We humans are very good at hiding, especially for emotions. For instance, one can pretend to be happy even this person feels extremely angry inside. Therefore, if the AI agent cannot truly understand the emotion of a person, it cannot make an appropriate response. So, one of the most challenging things for Emotion AI is understanding human emotions, spontaneous or acted. How can the computational model address this kind of problems? Well, in our group we turn to micro-expressions. Micro-expressions are defined as rapid involuntary facial expressions that can reveal suppressed emotional states, which has the potential to discover the real emotion of a person. Therefore, it can be helpful to let the computational models distinguish and understand the real emotion of a person. However, compared to normal expressions (Macro expressions), recognizing micro-expression is very challenging since micro-expression is very short in duration and its intensity is also suppressed. Therefore, it only has fleeting small movements in the face, hard to notice. In our group, we have explored many different methods to deal with these challenges. For instance, we have introduced to magnify the intensity and at the same time extend the duration of micro-expressions [2], such that methods for macro expressions can also be applied.

Only face? No, there is multimodal learning

Face is a fascinating way for communicating with emotions. But it also has its limitations. For example, a computational model has hard to tell the crying heart from a smiling face (let’s say one is trying to hide huge sadness with a big smile) based only on the facial expressions. But if we can introduce more cues, like the voice, action and heart rate, this problem can be easier. One representative example is text and voice. Like one of the most commonly used Finnish word, noniin, here, with this single word, it is hard to tell its meaning since it could be totally different when it is said with different emotional tones. Combining both text and voice, it will be very easy. Therefore, emotion agents can recognize human emotions from multiple cues or signals more accurately. Most existing emotion recognition systems analyse an individual’s facial expressions and voice, as well as words people say or write. While in our research, we are involving more, including the human actions [3], gestures [4] and also remotely measured bio-information from face videos [5]. While we have more clues, we can build a more reliable system, a multi-modal learning to improve the performance to really understand human emotions.


[2] Peng, Wei, Xiaopeng Hong, Yingyue Xu, and Guoying Zhao. "A boost in revealing subtle facial expressions: A consolidated eulerian framework." In 2019 14th IEEE International Conference on Automatic Face & Gesture Recognition (FG 2019), pp. 1-5. IEEE, 2019.

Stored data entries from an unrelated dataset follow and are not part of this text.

/**
 * Formal-potential calibration from lab assays. Each assay (Fe²⁺ by titration,
 * total Fe by AAS/ICP) paired with the probe reading at sampling time gives
 *   E°′_i = E_SHE,i − (R·T_i/F)·ln(ratio_lab,i),  ratio_lab = (feTotal − fe2)/fe2
 * and E°′25 (and k where temperatures vary) follow by least squares.
 */
import { ORP_LIMIT_MV } from './constants';
import { requireInRange, requirePositive, requireTempC } from './guards';
import { nernstSlopeV } from './nernst';
import { referencePotentialV, requireReference, type ReferenceElectrode } from './reference-electrodes';

export type AssaySample = { orpMv: number; tempC: number; fe2: number; feTotal: number };

export type FormalPotentialFit = {
  /** Fitted E°′ vs SHE at 25 °C, V. */
  formalPotentialV: number;
  /** Fitted temperature coefficient, V/K (0 unless fitTempCoeff). */
  formalCoeffVPerK: number;
  /** Measured minus model-predicted probe reading per sample, mV. */
  residualsMv: number[];
  rmsMv: number;
  n: number;
  /** Free-fitted slope / (R·T/F); 1 = ideal. null unless lab ratios span ≥ one decade. */
  slopeEfficiency: number | null;
};

// A temperature "spread" smaller than this makes k pure noise (±1 mV over
// 0.1 K is ±10 mV/K), so we refuse rather than report a meaningless coefficient.
const MIN_TEMP_SPREAD_C = 1;

type Point = { tempC: number; ratio: number; eSheV: number; e0V: number };

function toPoint(s: AssaySample, i: number, reference: ReferenceElectrode): Point {
  const name = `samples[${i}]`;
  if (typeof s !== 'object' || s === null) throw new RangeError(`${name} must be an assay object`);
  const orpMv = requireInRange(`${name}.orpMv`, s.orpMv, -ORP_LIMIT_MV, ORP_LIMIT_MV, 'mV');
  const tempC = requireTempC(`${name}.tempC`, s.tempC);
  const feTotal = requirePositive(`${name}.feTotal`, s.feTotal);
  const fe2 = s.fe2;
  const ratio = (feTotal - fe2) / fe2;
  // fe2 = 0 makes the ratio infinite and fe2 = feTotal makes it 0: neither has a logarithm.
  const usable = typeof fe2 === 'number' && fe2 > 0 && fe2 < feTotal && ratio > 0 && Number.isFinite(ratio);
  if (!usable) {
    throw new RangeError(`${name}.fe2 must be a finite number in (0, feTotal) = (0, ${feTotal}) (got ${String(fe2)})`);
  }
  const eSheV = orpMv / 1000 + referencePotentialV(reference, tempC);
  return { tempC, ratio, eSheV, e0V: eSheV - nernstSlopeV(tempC) * Math.log(ratio) };
}

/** Ordinary least squares y = a + b·x, on centred data for numerical stability. */
function lineFit(xs: number[], ys: number[]): { a: number; b: number; sxx: number } {
  const mx = mean(xs);
  const my = mean(ys);
  let sxx = 0;
  let sxy = 0;
  xs.forEach((x, i) => {
    sxx += (x - mx) ** 2;
    sxy += (x - mx) * (ys[i] - my);
  });
  const b = sxx > 0 ? sxy / sxx : 0;
  return { a: my - b * mx, b, sxx };
}

function mean(values: number[]): number {
  return values.reduce((sum, v) => sum + v, 0) / values.length;
}

// reduce rather than Math.max(...xs), which overflows the call stack on very long arrays.
const max = (xs: number[]) => xs.reduce((m, x) => (x > m ? x : m), -Infinity);
const min = (xs: number[]) => xs.reduce((m, x) => (x < m ? x : m), Infinity);

/**
 * Fits the formal potential E°′ (and optionally its temperature coefficient k) to lab assays.
 * @param samples probe reading (orpMv, mV) and solution temperature (tempC, °C) at sampling,
 *   with Fe²⁺ (fe2) and total Fe (feTotal) in the same concentration unit
 * @param options.reference the probe's reference electrode
 * @param options.fitTempCoeff also fit k (needs ≥ 3 samples spanning ≥ 1 °C)
 * @returns E°′25 in V vs SHE, k in V/K, residuals in mV, their rms in mV,
 *   and the slope efficiency (1.0 = 100 % of R·T/F) when the lab ratios span a decade
 * @throws RangeError for too few samples, bad values, or no temperature spread when fitting k
 */
export function fitFormalPotential(
  samples: AssaySample[],
  options: { reference: ReferenceElectrode; fitTempCoeff?: boolean },
): FormalPotentialFit {
  const fitK = options?.fitTempCoeff === true;
  const minSamples = fitK ? 3 : 2;
  if (!Array.isArray(samples) || samples.length < minSamples) {
    const got = Array.isArray(samples) ? `${samples.length} samples` : typeof samples;
    const when = fitK ? ' when fitTempCoeff is true' : '';
    throw new RangeError(`samples must be an array of at least ${minSamples} assays${when} (got ${got})`);
  }
  const reference = requireReference('options.reference', options?.reference);
  const points = samples.map((s, i) => toPoint(s, i, reference));
  const dts = points.map((p) => p.tempC - 25);

  let e0V: number;
  let k = 0;
  if (fitK) {
    const spread = max(dts) - min(dts);
    if (spread < MIN_TEMP_SPREAD_C) {
      throw new RangeError(
        `samples[].tempC must span at least ${MIN_TEMP_SPREAD_C} °C to fit the temperature coefficient (got a spread of ${spread} °C)`,
      );
    }
    const fit = lineFit(dts, points.map((p) => p.e0V));
    e0V = fit.a;
    k = fit.b;
  } else {
    e0V = mean(points.map((p) => p.e0V));
  }

  // Residual of the probe reading = residual of E°′_i, since the other terms cancel.
  const residualsMv = points.map((p, i) => (p.e0V - (e0V + k * dts[i])) * 1000);
  const rmsMv = Math.sqrt(mean(residualsMv.map((r) => r * r)));
  return {
    formalPotentialV: e0V,
    formalCoeffVPerK: k,
    residualsMv,
    rmsMv,
    n: points.length,
    slopeEfficiency: slopeEfficiency(points, dts, k),
  };
}

/**
 * Free-slope fit of E_SHE (referred to 25 °C with the fitted k) against (R·T/F)·ln(ratio).
 * A slope below 1 points to a sluggish or fouled electrode or to a mixed potential.
 */
function slopeEfficiency(points: Point[], dts: number[], k: number): number | null {
  const ratios = points.map((p) => p.ratio);
  // Over less than a decade the slope is dominated by assay and probe noise.
  if (max(ratios) / min(ratios) < 10) return null;
  const xs = points.map((p) => nernstSlopeV(p.tempC) * Math.log(p.ratio));
  const ys = points.map((p, i) => p.eSheV - k * dts[i]);
  const fit = lineFit(xs, ys);
  return fit.sxx > 0 && Number.isFinite(fit.b) ? fit.b : null;
}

[3] Peng, Wei, Xiaopeng Hong, Haoyu Chen, and Guoying Zhao. "Learning Graph Convolutional Network for Skeleton-Based Human Action Recognition by Neural Searching." In AAAI, pp. 2669-2676. 2020.

[4] Haoyu Chen, Xin Liu, Jingang Shi, Guoying Zhao. “Temporal Hierarchical Dictionary Guided Decoding for Online Gesture Segmentation and Recognition". IEEE Transactions on Image Processing (TIP), 2020

[5] Yu, Zitong*, Wei Peng*, Xiaobai Li, Xiaopeng Hong, and Guoying Zhao. "Remote heart rate measurement from highly compressed facial videos: an end-to-end deep learning solution with video enhancement." In Proceedings of the IEEE International Conference on Computer Vision, pp. 151-160. 2019.

Researcher and Ph.D. candidate Wei Peng and Professor Guoying Zhao work at the Center for Machine Vision and Signal Analysis, University of Oulu. Their research interests include machine learning and affective computing, among others.